ABOUT THIS EXERCISE — Every line of the entries that holds the word "needles" is to be copied.

☆ ☆ ☆ ☆

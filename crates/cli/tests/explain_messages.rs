//! `spinney explain`: on the demo data, whose generator is known (demo-data/README.md), the
//! true drivers come out on top and the pure-noise columns at the bottom; contributions plus
//! the base value equal the probability `spinney predict` writes (local accuracy, Lundberg et
//! al. 2020); and bad requests are refused with messages that say what is wrong (exit status
//! 1, no panic). Wording is ours; the checks look for the facts each message must carry
//! (common practice, no source).

use std::path::{Path, PathBuf};
use std::process::{Command, Output};

const DEMO: &str = concat!(
    env!("CARGO_MANIFEST_DIR"),
    "/../../demo-data/surgery-complications.csv"
);

fn spinney(args: &[&str]) -> Output {
    Command::new(env!("CARGO_BIN_EXE_spinney"))
        .args(args)
        .output()
        .unwrap()
}

fn path(name: &str) -> PathBuf {
    let d = std::env::temp_dir().join(format!("spinney-explain-tests-{}", std::process::id()));
    std::fs::create_dir_all(&d).unwrap();
    d.join(name)
}

fn s(p: &Path) -> &str {
    p.to_str().unwrap()
}

fn succeeds(args: &[&str]) -> Output {
    let out = spinney(args);
    assert!(
        out.status.success(),
        "{args:?}: {}",
        String::from_utf8_lossy(&out.stderr)
    );
    out
}

fn fails_with(args: &[&str], needles: &[&str]) {
    let out = spinney(args);
    let err = String::from_utf8_lossy(&out.stderr);
    assert_eq!(out.status.code(), Some(1), "{args:?}: {err}");
    assert!(!err.contains("panicked"), "{args:?}: {err}");
    for n in needles {
        assert!(err.contains(n), "{args:?}: message lacks {n:?}: {err}");
    }
}

/// A model of `method` fitted on the first 3,000 demo rows; the last 1,000 are held out.
fn saved(method: &str, set: &str) -> (PathBuf, PathBuf) {
    // Tests run in parallel: each model has its own files.
    let tag = format!("{method}-{}", set.replace('=', "-"));
    let text = std::fs::read_to_string(DEMO).unwrap();
    let lines: Vec<&str> = text.lines().collect();
    let (train, test) = (
        path(&format!("train-{tag}.csv")),
        path(&format!("test-{tag}.csv")),
    );
    std::fs::write(&train, lines[..3001].join("\n") + "\n").unwrap();
    std::fs::write(
        &test,
        format!("{}\n{}\n", lines[0], lines[3001..].join("\n")),
    )
    .unwrap();
    let model = path(&format!("{tag}.json"));
    succeeds(&[
        "fit",
        s(&train),
        "--outcome",
        "complication_30d",
        "--method",
        method,
        "--set",
        set,
        "--save-model",
        s(&model),
    ]);
    (model, test)
}

fn json(out: &Output) -> serde_json::Value {
    serde_json::from_slice(&out.stdout).unwrap()
}

#[test]
fn the_true_drivers_of_the_demo_data_come_out_on_top() {
    // demo-data/README.md: drivers age, operation_minutes, fitness_grade, smoker (through an
    // interaction), albumin_g_l, ward; pure noise sex and admission_date.
    let (model, test) = saved("boosting", "rounds=150");
    let out = json(&succeeds(&[
        "explain",
        s(&model),
        s(&test),
        "--json",
        "--repeats",
        "3",
        "--contributions",
        "all",
        "--interactions",
        "0",
    ]));
    let entries = out["permutation"]["entries"].as_array().unwrap();
    let score = |name: &str| {
        entries.iter().find(|e| e["predictors"][0] == name).unwrap()["mean"]
            .as_f64()
            .unwrap()
    };
    for driver in ["age", "operation_minutes", "fitness_grade", "albumin_g_l"] {
        for noise in ["sex", "admission_date"] {
            assert!(
                score(driver) > score(noise),
                "{driver} vs {noise}: {entries:?}"
            );
        }
    }
    // The same from the mean |contribution| (log-odds scale for boosting), against sex: the
    // held-out rows are the latest admissions, beyond every training date, so the model's
    // date splits all send them one way and TreeSHAP credits the date with that (it
    // explains the model, which extrapolates there), while shuffling the date changes nothing.
    let names: Vec<String> = out["model"]["predictors"]
        .as_array()
        .unwrap()
        .iter()
        .map(|v| v.as_str().unwrap().to_string())
        .collect();
    let mean_abs = |name: &str| {
        let j = names.iter().position(|n| n == name).unwrap();
        out["contributions"]["mean_abs"][j][0].as_f64().unwrap()
    };
    for driver in ["age", "operation_minutes", "fitness_grade", "albumin_g_l"] {
        assert!(mean_abs(driver) > 3.0 * mean_abs("sex"), "{driver} vs sex");
    }
    assert!(out["contributions"]["scale"]
        .as_str()
        .unwrap()
        .contains("log-odds"));
    assert!(out["caution"]
        .as_str()
        .unwrap()
        .contains("not a substitute for clinical judgement"));
}

#[test]
fn contributions_add_up_to_the_predicted_probability() {
    let (model, test) = saved("forest", "trees=20");
    let predicted = String::from_utf8(succeeds(&["predict", s(&model), s(&test)]).stdout).unwrap();
    let out = json(&succeeds(&[
        "explain",
        s(&model),
        s(&test),
        "--json",
        "--importance",
        "impurity",
        "--contributions",
        "1-40",
        "--interactions",
        "0",
    ]));
    let c = &out["contributions"];
    assert_eq!(c["outputs"][1], "probability of 'yes'");
    let base = c["base"][1].as_f64().unwrap();
    for (i, line) in predicted.lines().skip(1).take(40).enumerate() {
        let p: f64 = line.split(',').nth(2).unwrap().parse().unwrap();
        let row = &c["rows"][i];
        assert_eq!(row["row"], i + 1);
        let total: f64 = base
            + row["contributions"]
                .as_array()
                .unwrap()
                .iter()
                .map(|v| v[1].as_f64().unwrap())
                .sum::<f64>();
        assert!((total - p).abs() < 1e-9, "row {}: {total} vs {p}", i + 1);
    }
}

#[test]
fn dependence_gives_a_grid_with_counts() {
    let (model, test) = saved("forest", "trees=20");
    let out = json(&succeeds(&[
        "explain",
        s(&model),
        s(&test),
        "--json",
        "--importance",
        "impurity",
        "--dependence",
        "age,ward",
        "--grid",
        "5",
        "--interactions",
        "3",
    ]));
    let d = &out["dependence"];
    let (a, w) = (&d["grids"][0], &d["grids"][1]);
    assert_eq!(a["values"].as_array().unwrap().len(), 5);
    let rows = d["rows"].as_u64().unwrap();
    let counted: u64 = a["counts"]
        .as_array()
        .unwrap()
        .iter()
        .map(|c| c.as_u64().unwrap())
        .sum();
    assert_eq!(counted + a["missing"].as_u64().unwrap(), rows);
    let cells = 5 * w["values"].as_array().unwrap().len();
    assert_eq!(d["average"].as_array().unwrap().len(), cells * 2);
    assert_eq!(out["interactions"]["pairs"].as_array().unwrap().len(), 3);
}

#[test]
fn bad_requests_are_refused_with_what_to_do() {
    let (model, test) = saved("forest", "trees=5");
    let m = s(&model);
    let t = s(&test);
    fails_with(
        &["explain", m, t, "--dependence", "agee"],
        &["'agee' is not one of the model's predictors", "age, sex"],
    );
    fails_with(
        &["explain", m, t, "--group", "age,nope"],
        &["'nope' is not one of"],
    );
    fails_with(
        &["explain", m, t, "--importance", "gain"],
        &["use permutation or impurity"],
    );
    fails_with(
        &["explain", m, t, "--metric", "rmse"],
        &["rmse is for numbers"],
    );
    fails_with(
        &["explain", m, t, "--contributions", "0"],
        &["row numbers from 1 to 1000"],
    );
    fails_with(
        &["explain", m, t, "--dependence", "age,age"],
        &["two different"],
    );
    // A file lacking a column the model splits on: named, with the columns it has.
    let text = std::fs::read_to_string(&test).unwrap();
    let without: String = text
        .lines()
        .map(|l| {
            let mut f: Vec<&str> = l.split(',').collect();
            f.remove(10); // albumin_g_l
            f.join(",") + "\n"
        })
        .collect();
    let lacking = path("lacking.csv");
    std::fs::write(&lacking, without).unwrap();
    fails_with(
        &["explain", m, s(&lacking)],
        &[
            "does not match the model",
            "'albumin_g_l'",
            "the table lacks",
        ],
    );
    // A grid over a predictor with one value in the rows.
    let constant: String = text
        .lines()
        .enumerate()
        .map(|(i, l)| {
            let mut f: Vec<String> = l.split(',').map(String::from).collect();
            if i > 0 {
                f[1] = "50".into(); // age
            }
            f.join(",") + "\n"
        })
        .collect();
    let flat = path("constant.csv");
    std::fs::write(&flat, constant).unwrap();
    fails_with(
        &[
            "explain",
            m,
            s(&flat),
            "--importance",
            "impurity",
            "--dependence",
            "age",
        ],
        &["'age' has the single value 50", "no range"],
    );
    // Permutation importance without the outcome column: say so, and offer impurity.
    let no_outcome: String = text
        .lines()
        .map(|l| l.rsplit_once(',').unwrap().0.to_string() + "\n")
        .collect();
    let blind = path("no-outcome.csv");
    std::fs::write(&blind, no_outcome).unwrap();
    fails_with(
        &["explain", m, s(&blind)],
        &[
            "needs the outcome",
            "complication_30d",
            "--importance impurity",
        ],
    );
}

#[test]
fn held_out_importance_refits_evaluates_folds_on_any_threads_and_refuses_what_it_cannot() {
    // The training file's 3-fold importance: each fold's figure as the records are equals
    // `spinney evaluate --validate folds:3`'s per-fold AUC (the same refits: the model's
    // settings, seed 1 for the model and the splits), and threads change nothing.
    let (model, test) = saved("boosting", "rounds=30");
    let train = test.with_file_name("train-boosting-rounds-30.csv");
    let run = |threads: &str| {
        json(&succeeds(&[
            "explain",
            s(&model),
            s(&train),
            "--json",
            "--held-out",
            "folds:3",
            "--repeats",
            "2",
            "--interactions",
            "0",
            "--threads",
            threads,
        ]))
    };
    let one = run("1");
    assert_eq!(one["held_out"], run("2")["held_out"]);
    assert_eq!(one["held_out"]["basis"], "on held-out records, 3 folds");
    assert_eq!(
        one["permutation"]["basis"],
        "on training records (apparent)"
    );
    let judged = json(&succeeds(&[
        "evaluate",
        s(&train),
        "--outcome",
        "complication_30d",
        "--method",
        "boosting",
        "--set",
        "rounds=30",
        "--validate",
        "folds:3",
        "--resamples",
        "0",
        "--json",
    ]));
    let folds = judged["folds"].as_array().unwrap();
    let baselines = one["held_out"]["fold_baselines"].as_array().unwrap();
    assert_eq!(folds.len(), 3);
    for (f, b) in folds.iter().zip(baselines) {
        let (a, b) = (f["figures"]["auc"].as_f64().unwrap(), b.as_f64().unwrap());
        assert!((a - b).abs() < 1e-12, "fold AUC {a} vs {b}");
    }
    let m = s(&model);
    fails_with(
        &["explain", m, s(&test), "--held-out", "folds:3"],
        &["--held-out folds:3", "not", "training file"],
    );
    fails_with(
        &["explain", m, s(&train), "--held-out", "bootstrap:20"],
        &["bootstrap", "apparent", "folds:K"],
    );
    fails_with(
        &["explain", m, s(&train), "--held-out", "folds:1"],
        &["--held-out", "at least 2"],
    );
    fails_with(
        &[
            "explain",
            m,
            s(&train),
            "--held-out",
            "folds:3",
            "--importance",
            "impurity",
        ],
        &["permutation", "--importance impurity"],
    );
}
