try {
  await check('a forest grown in the page opens step 5 with its importance chart and table', async () => {
    await openDemo(page, origin);
    await chooseOutcome(page);
    await page.check('input[name=method][value=forest]');
    await page.fill('#set-trees', '25');
    await page.click('#run-start');
    await page.waitForSelector('#step-runs[data-runs="1"]', { timeout: 60000 });
    await page.waitForSelector('#step-insight:not([hidden])');
    // Nothing is computed before it is asked for.
    expect(await page.$eval('#insight-body', (b) => b.hidden), 'insight shown before it was asked for');
    await page.click('#insight-go');
    await page.waitForSelector('#importance-numbers table', { state: 'attached', timeout: 120000 });
    await page.waitForSelector('#insight-dependence[data-predictor]', { timeout: 120000 });
    await settled();
    expect((await page.textContent('#step-insight-title')).includes('5'), 'step not numbered 5');
    const rows = await tableRows('#importance-numbers');
    expect(rows.length === 12, `${rows.length} predictors in the importance table`);
    const size = await page.$eval('#importance-canvas', (c) => [c.width, c.height]);
    expect(size[0] > 200 && size[1] > 100, `importance canvas ${size}`);
    // Something is drawn: the canvas is not one colour.
    const colours = await page.$eval('#importance-canvas', (c) => {
      const d = c.getContext('2d').getImageData(0, 0, c.width, c.height).data;
      const seen = new Set();
      for (let i = 0; i < d.length; i += 4 * 97) seen.add(`${d[i]},${d[i + 1]},${d[i + 2]}`);
      return seen.size;
    });
    expect(colours > 3, `importance canvas looks blank (${colours} colours)`);
    expect(/records it did not learn from/.test(await page.textContent('#insight-importance-facts')), 'out-of-bag records not named');
    expect((await page.textContent('#impurity-numbers')).includes('favours predictors with many distinct values'), 'impurity caution missing');
    expect(await page.$eval('#insight-run', (e) => e.labels[0].textContent.includes('Run to look into')), 'run choice not labelled');
    await page.screenshot({ path: join(out, 'insight-step.png'), fullPage: true });
  });

  await check('the top predictors are the demo generator\'s true drivers (demo-data/README.md), noise lower', async () => {
    const rows = await tableRows('#importance-numbers');
    const top = rows.slice(0, 3).map((r) => r[1]);
    for (const name of top) expect(trueDrivers.includes(name), `${name} is in the top 3 (${top.join(', ')}) but is no driver`);
    const rank = (name) => rows.findIndex((r) => r[1] === name);
    for (const n of noise) expect(rank(n) >= 4, `${n} ranked ${rank(n) + 1}`);
  });

  await check('a record\'s contributions plus the base value equal its prediction shown (local accuracy, Lundberg et al. 2020)', async () => {
    await page.click('button[data-record="4"]');
    await page.waitForFunction(() => document.querySelector('#insight-record-facts .facts')?.dataset.record === '5', null, { timeout: 60000 });
    await settled();
    const facts = await page.$eval('#insight-record-facts .facts', (f) => ({ base: Number(f.dataset.base), predicted: f.dataset.predicted, text: f.textContent }));
    const amounts = (await tableRows('#contributions-numbers', 1)).map((r) => Number(r[2]));
    expect(amounts.length >= 5, `${amounts.length} contributions`);
    // The sentence rounds to four decimals; the paragraph carries the prediction unrounded
    // (classes in order: no, yes).
    const shown = Number(facts.predicted.split(' ')[1]);
    const words = /probability of 'yes' ([0-9.]+)/.exec(facts.text)?.[1];
    expect(Number.isFinite(shown) && words === shown.toFixed(4), `probability of 'yes' ${words} in the words, ${facts.predicted} carried`);
    const total = facts.base + amounts.reduce((a, b) => a + b, 0);
    expect(close(total, shown, 1e-9), `base + contributions ${total} but the page shows ${shown}`);
    expect(facts.text.includes('mean of the trees'), `scale not stated: ${facts.text}`);
    expect(await page.$eval('#insight-row', (e) => e.value) === '5', 'the number box does not follow the clicked record');
  });

  await check('importance, partial dependence and contributions equal `spinney explain` on the same data', async () => {
    const fit = spinney(['fit', demo, '--outcome', 'complication_30d', '--method', 'forest', '--set', 'trees=25',
      '--set', 'predictors_per_split=3', '--set', 'leaf_size=1', '--set', 'seed=1', '--save-model', model]);
    expect(fit.status === 0, `spinney fit: ${fit.stderr}`);
    const r = spinney(['explain', model, demo, '--json', '--contributions', '5', '--dependence', 'age', '--ice', '50', '--interactions', '0']);
    expect(r.status === 0, `spinney explain: ${r.stderr}`);
    cli = JSON.parse(r.stdout);
    const names = cli.model.predictors;
    // Out-of-bag importance (the chart's table, 4 decimals).
    const oob = await tableRows('#importance-numbers', 0);
    for (const [, name, value, spread] of oob) {
      const j = names.indexOf(name);
      expect(close(Number(value), cli.out_of_bag.mean[j], FOUR) && close(Number(spread), cli.out_of_bag.standard_error[j], FOUR),
        `out-of-bag ${name}: page ${value} ± ${spread}, command line ${cli.out_of_bag.mean[j]} ± ${cli.out_of_bag.standard_error[j]}`);
    }
    // Permutation importance on the training rows (second table).
    const perm = await tableRows('#importance-numbers', 1);
    expect(perm.length === names.length, `${perm.length} rows of permutation importance`);
    for (const [, name, value, spread] of perm) {
      const e = cli.permutation.entries.find((x) => x.predictors.length === 1 && x.predictors[0] === name);
      expect(e && close(Number(value), e.mean, FOUR) && close(Number(spread), e.spread, FOUR), `permutation ${name}: page ${value} ± ${spread}, command line ${e?.mean} ± ${e?.spread}`);
    }
    // Impurity importance.
    for (const [, name, value] of await tableRows('#impurity-numbers')) {
      expect(close(Number(value), cli.impurity.importance[names.indexOf(name)], FOUR), `impurity ${name}: page ${value}`);
    }
    // Contributions of record 5, unrounded.
    const base = await page.$eval('#insight-record-facts .facts', (f) => Number(f.dataset.base));
    expect(close(base, cli.contributions.base[1], 1e-12), `base: page ${base}, command line ${cli.contributions.base[1]}`);
    const row = cli.contributions.rows[0];
    for (const [name, , amount] of await tableRows('#contributions-numbers', 1)) {
      const j = names.indexOf(name);
      expect(close(Number(amount), row.contributions[j][1], 1e-12), `${name}: page ${amount}, command line ${row.contributions[j][1]}`);
    }
  });

  await check('partial dependence on a chosen predictor equals the command line\'s, with the records\' counts', async () => {
    await page.selectOption('#insight-predictor', 'age');
    await page.waitForSelector('#insight-dependence[data-predictor=age]', { timeout: 60000 });
    await settled();
    const rows = await tableRows('#dependence-numbers', 0);
    const grid = cli.dependence.grids[0];
    expect(rows.length === grid.values.length, `${rows.length} grid values, command line ${grid.values.length}`);
    rows.forEach(([value, average], c) => {
      expect(close(Number(value), grid.values[c], FOUR), `grid value ${c}: ${value} vs ${grid.values[c]}`);
      expect(close(Number(average), cli.dependence.average[2 * c + 1], FOUR), `average at ${value}: ${average} vs ${cli.dependence.average[2 * c + 1]}`);
    });
    const counts = (await tableRows('#dependence-numbers', 1)).filter((r) => r[0] !== 'missing').map((r) => Number(r[1]));
    expect(JSON.stringify(counts) === JSON.stringify(grid.counts), `counts ${counts} vs ${grid.counts}`);
    await page.locator('#step-insight').screenshot({ path: join(out, 'insight-dependence.png') });
  });

  await check('a typed record number beyond the table is refused with what to do, and nothing shown is lost', async () => {
    const before = await page.textContent('#insight-record-facts');
    await page.fill('#insight-row', '4001');
    await page.click('#insight-row-go');
    const msg = await page.textContent('#insight-message');
    expect(/from 1 to 4000/.test(msg), `message: ${msg}`);
    expect(await page.textContent('#insight-record-facts') === before, 'the shown record changed');
  });

  await check('the tree picture: the first of 25 trees, summarised as too big to read whole', async () => {
    const facts = await page.textContent('#insight-tree-facts');
    expect(/first of 25 trees/.test(facts) && /splits on most/.test(facts), facts);
  });

  await check('keyboard: run, predictor, record number and the record buttons are reached with Tab; Enter explains', async () => {
    await page.evaluate(() => { const h = document.querySelector('#step-insight-title'); h.tabIndex = -1; h.focus(); });
    const seen = [];
    for (let k = 0; k < 12; k++) {
      await page.keyboard.press('Tab');
      seen.push(await page.evaluate(() => document.activeElement?.id || document.activeElement?.dataset?.record || ''));
    }
    for (const id of ['insight-run', 'insight-predictor', 'insight-row', 'insight-row-go']) expect(seen.includes(id), `${id} not reached (${seen.join(', ')})`);
    await page.focus('#insight-row');
    await page.fill('#insight-row', '7');
    await page.keyboard.press('Enter');
    await page.waitForFunction(() => document.querySelector('#insight-record-facts .facts')?.dataset.record === '7', null, { timeout: 60000 });
    expect(await page.$eval('#insight-row', (e) => e.labels[0].textContent.includes('Record')), 'record box not labelled');
  });

  await check('a boosting run judged by 5-fold cross-validation shows importance on held-out records, equal to `spinney explain --held-out folds:5`', async () => {
    await page.check('input[name=method][value=boosting]');
    await page.fill('#set-rounds', '60');
    await page.selectOption('#judging', 'folds:5');
    await page.click('#run-start');
    await page.waitForSelector('#step-runs[data-runs="2"]', { timeout: 120000 });
    await page.waitForSelector('#insight-run option[value="1"]', { state: 'attached' });
    await page.selectOption('#insight-run', '1');
    await page.click('#insight-go');
    await page.waitForSelector('#insight-importance-facts [data-basis=held-out]', { timeout: 180000 });
    await settled();
    const facts = await page.textContent('#insight-importance-facts');
    expect(/on held-out records, 5 folds/.test(facts), `held-out records not named: ${facts}`);
    const heldOut = await tableRows('#importance-numbers', 0);
    const apparent = await tableRows('#importance-numbers', 1);
    expect(heldOut.length === 12 && apparent.length === 12, `${heldOut.length} and ${apparent.length} rows`);
    expect((await page.textContent('#importance-numbers')).includes('apparent'), 'the training-record table is not marked apparent');
    // The same run by the command line: the page's form sends rounds=60 and seed=1 beside
    // the defaults, and judges with the splits' seed 1.
    const boostModel = join(out, 'insight-boosting.model.json');
    const fit = spinney(['fit', demo, '--outcome', 'complication_30d', '--method', 'boosting', '--set', 'rounds=60',
      '--set', 'seed=1', '--save-model', boostModel]);
    expect(fit.status === 0, `spinney fit: ${fit.stderr}`);
    const r = spinney(['explain', boostModel, demo, '--json', '--held-out', 'folds:5', '--split-seed', '1', '--interactions', '0']);
    expect(r.status === 0, `spinney explain --held-out: ${r.stderr}`);
    const held = JSON.parse(r.stdout).held_out;
    expect(held.splits === 5 && held.basis === 'on held-out records, 5 folds', JSON.stringify(held.basis));
    for (const [, name, value, spread] of heldOut) {
      const e = held.entries.find((x) => x.predictors[0] === name);
      expect(e && close(Number(value), e.mean, FOUR) && close(Number(spread), e.spread, FOUR),
        `held-out ${name}: page ${value} ± ${spread}, command line ${e?.mean} ± ${e?.spread}`);
    }
    // Noise (demo-data/README.md): near zero on held-out records, below its apparent figure.
    for (const n of noise) {
      const h = Number(heldOut.find((x) => x[1] === n)[2]);
      const a = Number(apparent.find((x) => x[1] === n)[2]);
      expect(Math.abs(h) < 0.01 && h < a, `${n}: held out ${h}, apparent ${a}`);
    }
    const top = heldOut.slice(0, 3).map((x) => x[1]);
    for (const name of top) expect(trueDrivers.includes(name), `${name} is in the held-out top 3 (${top.join(', ')}) but is no driver`);
    await page.locator('#step-insight').screenshot({ path: join(out, 'insight-held-out.png') });
  });

  await check('a long insight computation is cancelled, says so, keeps the runs, and a later one works', async () => {
    // A bigger forest, whose importance takes seconds (each of its 800 trees shuffled).
    await page.check('input[name=method][value=forest]');
    await page.fill('#set-trees', '800');
    await page.selectOption('#judging', 'oob');
    await page.click('#run-start');
    await page.waitForSelector('#step-runs[data-runs="3"]', { timeout: 180000 });
    await page.selectOption('#insight-run', '2');
    await page.click('#insight-go');
    await page.waitForFunction(() => Number(document.querySelector('#insight-progress').value) > 0, null, { timeout: 60000 });
    const t0 = Date.now();
    await page.click('#insight-cancel');
    await page.waitForSelector('#insight-status', { state: 'hidden', timeout: 1000 });
    const said = await page.$eval('#insight-message', (m) => ({ text: m.textContent, how: m.dataset.cancelled, hidden: m.hidden }));
    expect(!said.hidden && /^Cancelled: the computation was stopped/.test(said.text) && said.how === 'in-place', JSON.stringify(said));
    expect(await page.$$eval('table.runs tbody tr', (r) => r.length) === 3, 'a run was lost by the cancel');
    // The big forest itself still answers: a typed record's contributions (one record, quick,
    // where its importance would have taken many seconds).
    await page.fill('#insight-row', '3');
    await page.click('#insight-row-go');
    await page.waitForFunction(() => document.querySelector('#insight-record-facts .facts')?.dataset.record === '3', null, { timeout: 120000 });
    console.log(`  (cancel to the big forest's record answered: ${Date.now() - t0} ms)`);
    // The worker is free again: the small forest's insight comes (it would wait behind the big
    // one's importance had that not stopped).
    await page.selectOption('#insight-run', '0');
    await page.click('#insight-go');
    await page.waitForSelector('#importance-numbers table', { state: 'attached', timeout: 120000 });
    await settled();
    console.log(`  (cancel to the next insight answered: ${Date.now() - t0} ms)`);
    expect(await page.$eval('#insight-message', (m) => m.hidden), 'the cancel message stayed after a new answer');
    expect((await tableRows('#importance-numbers')).length === 12, 'importance of the small forest missing');
  });

  await checkNothingLeft(requests, origin, consoleErrors);
} finally {
  await wrapUp(browser, server);
}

☆ ☆ ☆ ☆

WRITTEN ANSWER —
fn fails_with(args: &[&str], needles: &[&str]) {
    for n in needles {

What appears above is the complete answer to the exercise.